TASK BRIEF » Gather each line containing the string "const" from these entries.

DATA RECORDS Block Start

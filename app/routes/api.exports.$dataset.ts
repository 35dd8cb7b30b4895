import { z } from "zod";
import { apiError, requireArea } from "~/.server/guard";
import { DATASETS, exportStream } from "~/.server/exports/datasets";
import type { Route } from "./+types/api.exports.$dataset";

const datasetParams = z.object({
  dataset: z
    .string()
    .regex(/\.csv$/, { error: "ask for a .csv file, e.g. water-tests.csv" })
    .transform((name) => name.slice(0, -4))
    .pipe(z.enum(Object.keys(DATASETS) as [keyof typeof DATASETS, ...Array<keyof typeof DATASETS>], {
      error: `the data sets are ${Object.keys(DATASETS).map((d) => `${d}.csv`).join(", ")}`,
    })),
});

/** One data set of the member's company as CSV, streamed. */
export async function loader({ params, context }: Route.LoaderArgs) {
  const scope = requireArea(context, "exports");
  const parsed = datasetParams.safeParse(params);
  if (!parsed.success) {
    throw apiError(404, "not_found", `No data set "${params.dataset}": ${parsed.error.issues[0]?.message}.`, "dataset");
  }
  const day = new Date().toISOString().slice(0, 10);
  return new Response(exportStream(scope, parsed.data.dataset), {
    headers: {
      "Content-Type": "text/csv; charset=utf-8",
      "Content-Disposition": `attachment; filename="patina-${parsed.data.dataset}-${day}.csv"`,
      "Cache-Control": "no-store",
    },
  });
}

DATA RECORDS Block End

TASK OUTPUT »
const datasetParams = z.object({
  const scope = requireArea(context, "exports");
  const parsed = datasetParams.safeParse(params);
  const day = new Date().toISOString().slice(0, 10);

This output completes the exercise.